= Beginning of Section =

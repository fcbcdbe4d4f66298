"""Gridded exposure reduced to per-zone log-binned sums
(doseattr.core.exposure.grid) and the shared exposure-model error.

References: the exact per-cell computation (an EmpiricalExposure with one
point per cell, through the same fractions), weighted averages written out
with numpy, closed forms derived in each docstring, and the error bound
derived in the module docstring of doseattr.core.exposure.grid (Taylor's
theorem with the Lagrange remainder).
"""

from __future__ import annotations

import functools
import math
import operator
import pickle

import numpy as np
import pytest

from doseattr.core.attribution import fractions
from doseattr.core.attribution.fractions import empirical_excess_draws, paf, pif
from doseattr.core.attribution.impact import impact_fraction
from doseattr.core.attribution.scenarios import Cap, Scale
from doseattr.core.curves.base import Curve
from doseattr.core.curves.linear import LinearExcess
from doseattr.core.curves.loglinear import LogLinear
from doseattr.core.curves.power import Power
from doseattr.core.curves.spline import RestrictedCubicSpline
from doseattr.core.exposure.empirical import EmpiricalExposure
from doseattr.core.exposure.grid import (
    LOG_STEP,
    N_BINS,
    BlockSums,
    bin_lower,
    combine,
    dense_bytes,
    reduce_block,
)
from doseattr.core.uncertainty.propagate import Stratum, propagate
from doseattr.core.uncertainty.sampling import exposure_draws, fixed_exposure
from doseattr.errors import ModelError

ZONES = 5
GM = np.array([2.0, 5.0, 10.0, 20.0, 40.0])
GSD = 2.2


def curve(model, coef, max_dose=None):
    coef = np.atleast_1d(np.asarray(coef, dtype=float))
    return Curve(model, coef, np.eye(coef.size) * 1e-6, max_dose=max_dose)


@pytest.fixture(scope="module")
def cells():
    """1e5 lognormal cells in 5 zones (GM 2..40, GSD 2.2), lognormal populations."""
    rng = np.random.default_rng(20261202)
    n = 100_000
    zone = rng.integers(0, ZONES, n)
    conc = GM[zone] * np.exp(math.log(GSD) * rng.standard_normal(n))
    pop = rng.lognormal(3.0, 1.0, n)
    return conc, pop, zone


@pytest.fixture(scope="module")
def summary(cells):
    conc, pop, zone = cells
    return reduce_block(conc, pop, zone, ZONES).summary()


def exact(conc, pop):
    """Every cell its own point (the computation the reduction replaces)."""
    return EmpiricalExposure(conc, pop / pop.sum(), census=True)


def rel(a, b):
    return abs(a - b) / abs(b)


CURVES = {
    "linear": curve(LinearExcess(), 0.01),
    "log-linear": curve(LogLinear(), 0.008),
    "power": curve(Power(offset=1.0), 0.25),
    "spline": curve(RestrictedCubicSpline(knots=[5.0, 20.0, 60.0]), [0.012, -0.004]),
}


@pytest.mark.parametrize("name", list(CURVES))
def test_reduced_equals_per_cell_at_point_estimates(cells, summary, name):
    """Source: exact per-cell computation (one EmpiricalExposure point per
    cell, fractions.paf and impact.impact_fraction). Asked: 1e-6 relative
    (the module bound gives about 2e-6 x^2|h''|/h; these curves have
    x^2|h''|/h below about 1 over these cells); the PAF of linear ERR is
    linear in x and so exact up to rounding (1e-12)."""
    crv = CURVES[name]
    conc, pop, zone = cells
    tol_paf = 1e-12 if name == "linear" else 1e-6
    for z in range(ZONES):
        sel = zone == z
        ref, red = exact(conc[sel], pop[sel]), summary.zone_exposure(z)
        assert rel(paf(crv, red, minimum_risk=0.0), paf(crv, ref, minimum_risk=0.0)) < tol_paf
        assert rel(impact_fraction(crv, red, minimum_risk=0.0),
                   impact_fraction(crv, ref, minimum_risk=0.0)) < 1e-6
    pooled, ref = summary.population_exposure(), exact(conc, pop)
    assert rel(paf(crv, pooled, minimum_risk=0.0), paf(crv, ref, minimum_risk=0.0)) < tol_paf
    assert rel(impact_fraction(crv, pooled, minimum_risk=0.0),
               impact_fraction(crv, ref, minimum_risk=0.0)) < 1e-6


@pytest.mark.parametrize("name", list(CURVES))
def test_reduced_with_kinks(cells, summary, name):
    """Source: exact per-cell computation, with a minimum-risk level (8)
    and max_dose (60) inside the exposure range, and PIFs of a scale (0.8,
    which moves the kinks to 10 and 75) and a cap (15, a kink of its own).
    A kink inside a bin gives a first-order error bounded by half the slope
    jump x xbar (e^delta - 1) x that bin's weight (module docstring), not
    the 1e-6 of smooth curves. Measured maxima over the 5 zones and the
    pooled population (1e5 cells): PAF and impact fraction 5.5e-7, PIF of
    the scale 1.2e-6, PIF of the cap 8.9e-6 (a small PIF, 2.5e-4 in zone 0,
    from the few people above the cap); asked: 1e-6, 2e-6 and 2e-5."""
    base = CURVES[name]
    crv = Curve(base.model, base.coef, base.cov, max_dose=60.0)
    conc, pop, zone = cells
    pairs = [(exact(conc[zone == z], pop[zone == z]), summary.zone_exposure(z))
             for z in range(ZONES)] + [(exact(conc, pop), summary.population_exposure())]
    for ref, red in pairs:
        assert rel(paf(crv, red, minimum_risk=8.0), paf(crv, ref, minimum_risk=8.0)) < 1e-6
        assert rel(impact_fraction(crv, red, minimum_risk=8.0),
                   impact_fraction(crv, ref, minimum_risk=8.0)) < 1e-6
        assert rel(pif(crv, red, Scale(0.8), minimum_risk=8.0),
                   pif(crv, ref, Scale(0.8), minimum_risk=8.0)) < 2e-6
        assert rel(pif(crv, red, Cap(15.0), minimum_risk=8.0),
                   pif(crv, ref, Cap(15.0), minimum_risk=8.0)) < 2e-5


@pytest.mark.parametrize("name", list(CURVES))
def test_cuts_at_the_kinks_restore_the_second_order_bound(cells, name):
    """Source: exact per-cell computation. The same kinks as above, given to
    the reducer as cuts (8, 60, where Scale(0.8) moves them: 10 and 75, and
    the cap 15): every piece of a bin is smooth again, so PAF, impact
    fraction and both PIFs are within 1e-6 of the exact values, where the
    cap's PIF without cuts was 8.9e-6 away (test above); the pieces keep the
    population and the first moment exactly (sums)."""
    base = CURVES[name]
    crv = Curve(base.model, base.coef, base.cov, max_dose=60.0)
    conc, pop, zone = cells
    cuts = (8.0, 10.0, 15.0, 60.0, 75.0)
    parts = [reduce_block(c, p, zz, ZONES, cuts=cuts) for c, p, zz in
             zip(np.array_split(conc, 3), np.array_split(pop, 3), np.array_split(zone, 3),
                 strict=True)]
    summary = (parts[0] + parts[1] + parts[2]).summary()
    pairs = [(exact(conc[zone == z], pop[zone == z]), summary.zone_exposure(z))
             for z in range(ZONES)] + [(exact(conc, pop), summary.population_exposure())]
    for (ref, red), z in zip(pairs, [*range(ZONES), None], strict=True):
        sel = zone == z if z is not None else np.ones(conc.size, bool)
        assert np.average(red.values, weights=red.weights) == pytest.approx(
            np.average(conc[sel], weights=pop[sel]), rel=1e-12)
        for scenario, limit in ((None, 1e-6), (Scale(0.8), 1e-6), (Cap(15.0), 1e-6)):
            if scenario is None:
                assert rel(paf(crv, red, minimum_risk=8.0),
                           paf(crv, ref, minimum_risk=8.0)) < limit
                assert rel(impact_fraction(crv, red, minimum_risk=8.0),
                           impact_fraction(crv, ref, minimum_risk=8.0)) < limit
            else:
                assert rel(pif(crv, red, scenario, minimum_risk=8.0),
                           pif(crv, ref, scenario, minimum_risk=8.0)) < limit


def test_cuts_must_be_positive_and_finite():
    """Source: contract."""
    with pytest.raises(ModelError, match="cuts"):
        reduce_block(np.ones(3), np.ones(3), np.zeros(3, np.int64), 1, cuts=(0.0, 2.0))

= End of Section =

## YOUR TASK
What is wanted is one number: how many lines in the listing hold the string "PIFs".

## RESPONSE AREA
2